Defendants’ amended answer conceded plaintiffs’ election for a two-year term expiring March 12, 1935, but alleged that they had been removed from membership in the Parish Council by the duly constituted authority of the Armenian Church of America and that defendants had been lawfully substituted. The answer admitted the averment in the bill that plaintiffs’ church “is one of the Armenian Churches in America which together constitute” the Armenian Holy Apostolic Church of America, “governed, conducted and operated” by a certain constitution set forth in the record.

Were plaintiffs removed from office, and, if so, was the removal lawful? For present purposes, we assume that a lawfully constituted central executive committee of the Armenian Holy Apostolic Church of America had power, under the church constitution, to remove plaintiffs and to provide for the designation of their successors. The learned chancellor was unable to find from the evidence that the central executive committee, under whose action defendants claimed to exercise the right to act as members of the Parish Council, was the lawfully constituted central executive committee of the church, as distinguished from another central executive committee, also claiming to be the lawfully constituted committee. He found that, prior to the date when the removal of plaintiffs was said to have taken place, no notice was given to them “that any charges had been brought against them, or that their removal was being considered by the Central Executive Committee” and that “no hearing was held” by that committee “in connection with the removal of plaintiffs.”

Page 436

At the oral argument, defendants’ counsel conceded that such notice was not given and that no hearing was held, but contended that plaintiffs had deprived themselves of the right to notice by repudiating, or refusing to recognize, the authority of that central executive committee which, defendants claim, was the lawfully constituted committee. The record does not require a discussion of this argument. Defendants concede that plaintiffs were lawfully elected for the term stated and that they had been in possession performing the duties of the Parish Council up to the time of the alleged removal. The burden of proof that they were lawfully removed was, therefore, on the defendants: McDowell v.
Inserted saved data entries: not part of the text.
describe('BEC current', () => {
  // A controller's BEC rated 3 A against what the receiver and servos draw, as entered. Check
  // values worked by hand against the default 15 % tight threshold; the loads are of the size a
  // receiver with a few standard servos draws, more with a servo near stall (common practice,
  // from memory).
  const withBec = (ratingA: number | null, loadA: number | null): SupplyVerdict => {
    const base = truckContext({ controller: controller({ becCurrentA: ratingA }) });
    return supplyOf({ ...base, build: { ...base.build, becLoadA: loadA } });
  };

  it('over: 3.5 A of load on a 3 A BEC', () => {
    const s = withBec(3, 3.5);
    const f = finding(s, 'bec-current');
    expect(f).toMatchObject({ status: 'over', value: 3.5, limit: 3, unit: 'A' });
    expect(f.message).toMatch(/receiver browns out/);
    expect(s.figures.becLoadA).toBe(3.5);
  });

  it('tight: 2.8 A on 3 A leaves (3 − 2.8) ÷ 3 = 6.7 %, under the 15 % threshold', () => {
    const f = finding(withBec(3, 2.8), 'bec-current');
    expect(f.margin).toBeCloseTo(0.2 / 3, 9);
    expect(f.status).toBe('tight');
  });

  it('clear: 2 A on 3 A leaves 33 %; the build’s own threshold decides tight', () => {
    expect(finding(withBec(3, 2), 'bec-current').status).toBe('clear');
    const base = truckContext({ controller: controller({ becCurrentA: 3 }) });
    const strict = supplyOf({ ...base, build: { ...base.build, becLoadA: 2, tightThreshold: 0.4 } });
    expect(finding(strict, 'bec-current').status).toBe('tight');
  });

  it('no load entered: nothing to judge, so no finding (never claimed clear)', () => {
    for (const s of [withBec(3, null), withBec(null, null)]) {
      expect(s.findings.some((f) => f.rule === 'bec-current')).toBe(false);
    }
    expect(withBec(3, null).figures.becLoadA).toBeNull();
  });

  it('incomplete: a load entered on a controller with no BEC rating names the missing rating', () => {
    const s = withBec(null, 2);
    const f = finding(s, 'bec-current');
    expect(f.status).toBe('incomplete');
    expect(f.missing).toContain('controller.becCurrentA');
    expect(f.message).toMatch(/BEC current rating/);
    expect(s.status).not.toBe('clear');
    // The load is shown as entered even where the controller has no rating.
    expect(s.figures.becLoadA).toBe(2);
  });
});
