import { buildInputs, type BuildInputs } from './build-inputs';
import { classFindings, classRulesFor } from './class-rules';
import { FRESH_WATER_DENSITY, PROP_TIP_MACH_LIMIT, SEA_WATER_DENSITY, SPEED_OF_SOUND_SEA_LEVEL } from './constants';
import { FIGURE_KEYS, FIGURES, type FigureKey } from './catalogue/figures';
import type { Battery, BuildContext, BuildVerdict, Figures, Finding, PackShare, Status, Supply, SupplyVerdict } from './domain';
import { rolloutMm, speedKmhAt } from './drivetrain';
import { known, lacking, missingOf, type Known } from './known';
import { messageNumber } from './message-number';
import { LOSS_W_PER_GRAM } from './motor-heat-limit';
import { torqueConstant } from './motor';
import { operate } from './operating-point';
import { NOT_APPLICABLE } from './operation';
import type { PackModel } from './pack';
import type { HealthProblem } from './pack-log';
import { tipSpeed } from './propeller';
import { checkLimit, type LimitCheck } from './rule-check';
import { PACK_HEALTH_RULE_ID, PACK_REPEATED_RULE_ID, PACK_RETIRED_RULE_ID, packHealthMessage, packRuleMessage, ratingRule, SUPPLY_MATCH_RULE_ID, type BuiltInRuleId } from './catalogue/rules';
import { compareStatus } from './status';
import { supplyModel, type SupplyModel } from './supply';
import { tightThresholdFor } from './threshold';
import { mpsToKmh, newtonToGramForce } from './units';
import { checkMinimum } from './minimum-check';
import { markTypical, typicalSentences, type TypicalMarks } from './typical-marks';
import { widerEntries } from './wider-entries';
import { chassisAmpacity } from './wire-ampacity';

/** Stands in for a build without supplies, so its verdict still says what is missing. */
const NO_SUPPLY: Supply = { id: '', arrangement: 'series', batteryIds: [] };

const AIR_KINDS: readonly string[] = ['multirotor', 'plane'];

export interface EvaluateOptions {
  /**
   * Write the findings' sentences (default true). A re-check stores statuses and list figures
   * only, so it skips them: composing text is most of an evaluation's cost.
   */
  messages?: boolean;
}

export function evaluateBuild(ctx: BuildContext, options?: EvaluateOptions): BuildVerdict {
  const messages = options?.messages ?? true;
  const inputs = buildInputs(ctx);
  const classRules = classRulesFor(ctx.classRules, ctx.vehicle?.className);
  const threshold = tightThresholdFor(ctx.build.tightThreshold, classRules, ctx.defaultTightThreshold);
  const supplies = ctx.build.supplies.length > 0 ? ctx.build.supplies : [NO_SUPPLY];
  // One physical pack cannot be in two places at once: count every id across the build.
  const uses = new Map<string, number>();
  for (const supply of supplies) for (const id of supply.batteryIds) uses.set(id, (uses.get(id) ?? 0) + 1);
  // Measured currents belong to the supply they were logged on; with one supply, that one.
  const named = ctx.build.measuredSupplyId ?? null;
  const measuredOn = named ?? (ctx.build.supplies.length === 1 ? (ctx.build.supplies[0]?.id ?? null) : null);
  const measuredOnKnown = measuredOn !== null && ctx.build.supplies.some((s) => s.id === measuredOn);
  const verdicts: SupplyVerdict[] = [];
  for (const supply of supplies) {
    const model = supply === NO_SUPPLY ? lacking<SupplyModel>('build.supplies') : supplyModel(supply, ctx.batteries);
    const site: SupplySite = {
      repeated: supply.batteryIds.filter((id, i, all) => (uses.get(id) ?? 0) > 1 && all.indexOf(id) === i),
      measuredHere: measuredOnKnown && supply.id === measuredOn,
      measuredElsewhere: measuredOnKnown && supply.id !== measuredOn,
      names: ctx.batteries,
      health: ctx.packHealth,
    };
    verdicts.push(evaluateSupply(inputs, supply, model, classRules, threshold, messages, site));
  }
  let status: Status = 'clear';
  for (const v of verdicts) if (compareStatus(v.status, status) < 0) status = v.status;
  return { buildId: ctx.build.id, status, supplies: verdicts };
}

function times(a: Known, b: Known, f: (x: number, y: number) => number): Known {
  return a.value !== null && b.value !== null ? known(f(a.value, b.value)) : lacking(...missingOf(a, b));
}

const product = (x: number, y: number): number => x * y;
const quotient = (x: number, y: number): number => x / y;

/** Overflowed values from absurd inputs count as unusable rather than reaching a finding. */
function finite(k: Known): Known {
  return k.value === null || Number.isFinite(k.value) ? k : lacking();
}

/** What a supply's verdict needs to know about the rest of the build. */
interface SupplySite {
  /** Pack ids of this supply that the build names more than once. */
  repeated: string[];
  /** The measured currents were logged on this supply. */
  measuredHere: boolean;
  /** They were logged on another supply of the build. */
  measuredElsewhere: boolean;
  names: BuildContext['batteries'];
  health: BuildContext['packHealth'];
}

interface RuleOverride {
  what?: string;
  limitName?: string;
  batteryId?: string;
}

interface RuleEnv {
  findings: Finding[];
  threshold: number;
  lithium: boolean;
  several: boolean;
  modelAssumed: readonly string[];
  messages: boolean;
}

function pushRule(env: RuleEnv, id: BuiltInRuleId, value: Known, limit: Known, source?: 'model' | 'measured', over?: RuleOverride): void {
  const spec = ratingRule(id);
  const t = spec.text;
  const what = over?.what ?? t.what;
  const check: LimitCheck = {
    rule: id,
    unit: FIGURES[spec.figure].unit,
    value: finite(value),
    limit: finite(limit),
    tightThreshold: t.ratedMaximum ? 0 : env.threshold,
    what: env.several && t.perMotor ? `${what} per motor` : what,
    limitName: over?.limitName ?? t.limitName,
    risk: env.lithium && t.riskLithium ? t.riskLithium : t.risk,
    fix: t.fix,
    tightHint: t.tightHint,
    messages: env.messages,
  };
  if (source) check.source = source;
  if (source === 'model' && env.modelAssumed.length > 0) check.assumed = env.modelAssumed;
  const finding = checkLimit(check);
  if (over?.batteryId) finding.batteryId = over.batteryId;
  env.findings.push(finding);
}

const pct = (x: number): string => `${Math.round(x * 100)} %`;

/**
 * A pack rule judged pack by pack: each pack's share of the supply current against its own
 * rating. The finding reports the worst pack; a pack past its rating wins over one whose
 * rating is missing, which wins over the smallest margin.
 */
function pushPackRule(env: RuleEnv, id: 'battery-continuous' | 'battery-burst', totalA: Known, s: SupplyModel | null, noSupply: Known, source: 'model' | 'measured'): void {
  if (s === null) {
    pushRule(env, id, totalA, noSupply, source);
    return;
  }
  const limitOf = (p: PackModel): Known => (id === 'battery-continuous' ? p.continuousLimitA : p.burstLimitA);
  const single = s.packs.length === 1;
  let worst = -1;
  let worstMargin = Infinity;
  const lacks: Known[] = [];
  s.packs.forEach((p, k) => {
    const limit = limitOf(p).value;
    if (limit === null) {
      lacks.push(limitOf(p));
      return;
    }
    if (totalA.value === null || !(limit > 0)) return;
    const margin = (limit - totalA.value * (s.shares[k]?.share ?? 1)) / limit;
    if (margin < worstMargin) {
      worstMargin = margin;
      worst = k;
    }
  });
  const pack = s.packs[worst];
  if (totalA.value === null || pack === undefined || (worstMargin >= 0 && lacks.length > 0)) {
    pushRule(env, id, totalA, lacks.length > 0 ? lacking(...missingOf(...lacks)) : pack ? limitOf(pack) : lacking(...missingOf(...s.packs.map(limitOf))), source);
    return;
  }
  const share = s.shares[worst] ?? { share: 1, bound: false };
  const value = known(totalA.value * share.share);
  if (single) {
    pushRule(env, id, value, limitOf(pack), source, { batteryId: pack.id });
    return;
  }
  const kind = id === 'battery-continuous' ? 'continuous' : 'burst';
  let what = '';
  if (env.messages) {
    const label = id === 'battery-continuous' ? 'Continuous current' : 'Peak current';
    const split =
      s.arrangement === 'series'
        ? 'packs in series each carry the whole current'
        : share.bound
          ? `up to ${pct(share.share)} of the supply's ${messageNumber(totalA.value)} A: not every pack's resistance is measured, so the most it could carry`
          : `${pct(share.share)} of the supply's ${messageNumber(totalA.value)} A, split by conductance`;
    what = `${label} through pack "${pack.name}" (${split})`;
  }
  pushRule(env, id, value, limitOf(pack), source, {
    what,
    limitName: `that pack's ${kind} rating (${kind === 'burst' ? 'burst ' : ''}C rating × capacity)`,
    batteryId: pack.id,
  });
}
Wilson, 252 Pa. 91, 94, 97 A. 100. The learned chancellor said “there is no evidence from which we can find . . . [that] . . . the alleged removal of plaintiffs was by a body authorized to remove.” Unless it appeared that this body was what it purported to be, — which depended on evidence, — the effect of refusing to recognize it and of disregarding its requests became immaterial. The chancellor also found that the action of the central executive committee, on which defendants’ rely, was a mere threat to remove on a contingency stated, and that, in fact, no removal by the committee was ordered; that the order of removal relied on was by the prelate of Armenians in America, not by the committee, and that the committee had no power to delegate its authority to the prelate.

Having concluded that defendants had not shown that the central executive committee, under whose authority they claimed the right to act, was the lawfully constituted central executive committee, and having concluded, on evidence, that, in any event, the plaintiffs had not been removed in accordance with the church constitution, the decree was inevitable. Nothing need be added to what was said in the learned chancellor’s adjudication and in the opinion of the court in banc disposing of the exceptions filed by defendants.

Decree affirmed at the costs of appellants.